I smiled at her. “Now suppose I went right out and sold three weeks for you and came back with the people and you signed them up. Wouldn’t you give me a little gift?”

She chewed at her underlip. “But I could cheat you, no?”

“A nice woman like you wouldn’t cheat us.”

“I am not the jefe here. I couldn’t say. You have experience?”

“Mucho!” I said. “Millions. But maybe we ought to get in touch with a fellow I know down here who’s in this line of work. Willy. I can’t remember his last name.”

“Willy?”

“Another friend named Evan Lawrence was working with him, and Evan didn’t have any papers either.”

“Oh, what you mean is Weelliam Doyle, from Yooston.”

“That’s who I mean.”

“Oh, he is gone a long time, that one. Many weeks: Too damn bad. My fren‘ thinks he comes back. I don’t think so. She’s a very high-class lady even if she’s Indio. She’s still living in his place, waiting for Weelliam.”

“Would she know where Evan Lawrence is?”

“Who can say? I do not see him any more either.”

“Where can I find this woman? What’s her name?”

“Barbara. Barbara Castillo. The place, it is down that way, toward the land. You will see it on the right hand. La Vista del Caribe. Apartments. His is ground floor on the front, no view. Ring the bell on Doyle.” She looked at her watch. “But Barbara is not coming there yet from work. She is running a reservation computer at Hotel Camino Real every day. And waiting. Maybe after six, a little bit after.”

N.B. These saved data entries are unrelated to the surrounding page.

/**
 * A data-sheet new-oil reference of crew A, of a product of its own (each call a new one); with a name, the
 * crew's earlier reference of that name goes first, so a request that saves under that name meets no clash.
 */
async function crewOilReference(ctx: MatrixContext, name = `Matrix oil ${randomUUID().slice(0, 8)}`): Promise<string> {
  await ctx.db
    .deleteFrom('new_oil_references')
    .where('crew_id', '=', ctx.crewA.id)
    .where('product_key', '=', name.toLowerCase())
    .execute();
  const r = await ctx.db
    .insertInto('new_oil_references')
    .values({
      crew_id: ctx.crewA.id,
      product_name: name,
      product_key: name.toLowerCase(),
      source: 'data-sheet',
      readings: JSON.stringify({ KV100: { value: 14 } }),
      bottle_code: null,
      bottle_code_norm: null,
      lab_import_id: null,
      results_on: null,
      created_by: ctx.crewA.leadId,
    })
    .returning('id')
    .executeTakeFirstOrThrow();
  return r.id;
}

/** A photo of crew A with its bytes in the e2e server's object store (tests/e2e/helpers/server.ts starts it). */
async function crewPhoto(ctx: MatrixContext): Promise<string> {
  const { createHash } = await import('node:crypto');
  const { readConfig } = await import('~/lib/config');
  const { createPhotoStore } = await import('~/lib/photos/photo-stores');
  const { photoKey } = await import('~/lib/photos/photo-store');
  const { bodyOf } = await import('~/lib/photos/photos.storage');
  const bytes = Buffer.from(
    '89504e470d0a1a0a0000000d49484452000000010000000108060000001f15c4890000000d4944415478da63f8cfc0f01f0005000200ff5f1b5c0000000049454e44ae426082',
    'hex',
  );
  const sha = createHash('sha256').update(bytes).digest('hex');
  const store = createPhotoStore(readConfig({ PHOTO_STORE: 's3', S3_ENDPOINT: process.env.MATRIX_S3_ENDPOINT }));
  await store.put(photoKey(sha), bodyOf(bytes), bytes.length, 'image/png');
  const p = await ctx.db
    .insertInto('photos')
    .values({
      crew_id: ctx.crewA.id,
      sha256: sha,
      content_type: 'image/png',
      byte_size: bytes.length,
      created_by: ctx.crewA.riderId,
    })
    .returning('id')
    .executeTakeFirstOrThrow();
  return p.id;
}

async function openInvitation(ctx: MatrixContext): Promise<string> {
  const token = generateToken();
  await ctx.db
    .insertInto('crew_invitations')
    .values({
      crew_id: ctx.crewA.id,
      email: 'matrix-invitee@crew-a.example',
      role: 'rider',
      token_hash: hashToken(token),
      invited_by: ctx.crewA.leadId,
      expires_at: new Date(Date.now() + 86_400_000),
    })
    .execute();
  return token;
}

async function throwawayMember(ctx: MatrixContext): Promise<string> {
  const id = `matrix-tmp-${randomUUID().slice(0, 8)}`;
  await ctx.db
    .insertInto('users')
    .values({ id, email: `${id}@crew-a.example`, display_name: 'Temp', password_hash: 'x' })
    .execute();
  await ctx.db.insertInto('crew_members').values({ crew_id: ctx.crewA.id, user_id: id, role: 'rider' }).execute();
  return id;
}

/** A lab file of crew A whose only bottle is one no crew registered (so a confirm writes nothing). */
async function crewLabFile(ctx: MatrixContext): Promise<string> {
  const { createHash } = await import('node:crypto');
  const content = Buffer.from(`Bottle,Fe\nMX-${randomUUID().slice(0, 8)},3\n`);
  const f = await ctx.db
    .insertInto('lab_files')
    .values({
      crew_id: ctx.crewA.id,
      sha256: createHash('sha256').update(content).digest('hex'),
      file_name: 'matrix.csv',
      byte_size: content.length,
      content,
      uploaded_by: ctx.crewA.leadId,
    })
    .returning('id')
    .executeTakeFirstOrThrow();
  return f.id;
}

/** Lab import pages: leads and mechanics; riders are refused; another crew's file answers 404. */
const importerPage = { anonymous: 303, rider: 403, mechanic: 200, lead: 200, otherLead: 404 };

async function devMail(ctx: MatrixContext): Promise<string> {
  const { rows } = await sql<{ id: number }>`
    insert into dev_mailbox (envelope_to, subject, text_body, raw) values ('matrix@crew-a.example', 'Matrix', 'body', 'raw') returning id`.execute(
    ctx.db,
  );
  return String(rows[0]!.id);
}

“Thanks. Sorry we weren’t in the market to buy.”

She gave a shrug, made a funny little gesture with her hand. “So if it looked like you could buy, the other girl would be here, no? She is working longer than me.”

We got to La Vista del Caribe shortly after six. It was already almost dark. I would never, by choice, live just over a time line, on the west side of the line. All year long, your days are too short.

There was no one at the desk. Little kids were racing up and down the corridors. We looked around the ground floor until we found the right place: number 103. He had cut down an engraved calling card to fit the name slot. William Devlin Doyle, Jr.

The bell was underneath the name slot. I pushed it three times without result. As we were discussing what to do next, the door suddenly opened. She was tall and slender. She wore a robe and held it closed around her with her left hand. Her smile of greeting disappeared abruptly. She wore a black shower cap. There were droplets of water on her face.

“I was… who are you?”

“We’re from Houston, Miss Castillo. We’re looking for Willy. My name is McGee and this is Meyer.”

I was trying to look my ingratiating, foot-scuffing, awshucks best as she looked us over. “Come in, then. Please.” She led us into the living room. It was a small room, the furniture spare and gleaming, two unusual primitive paintings on the white wall, a bookshelf with books, small pieces of sculpture, two masks.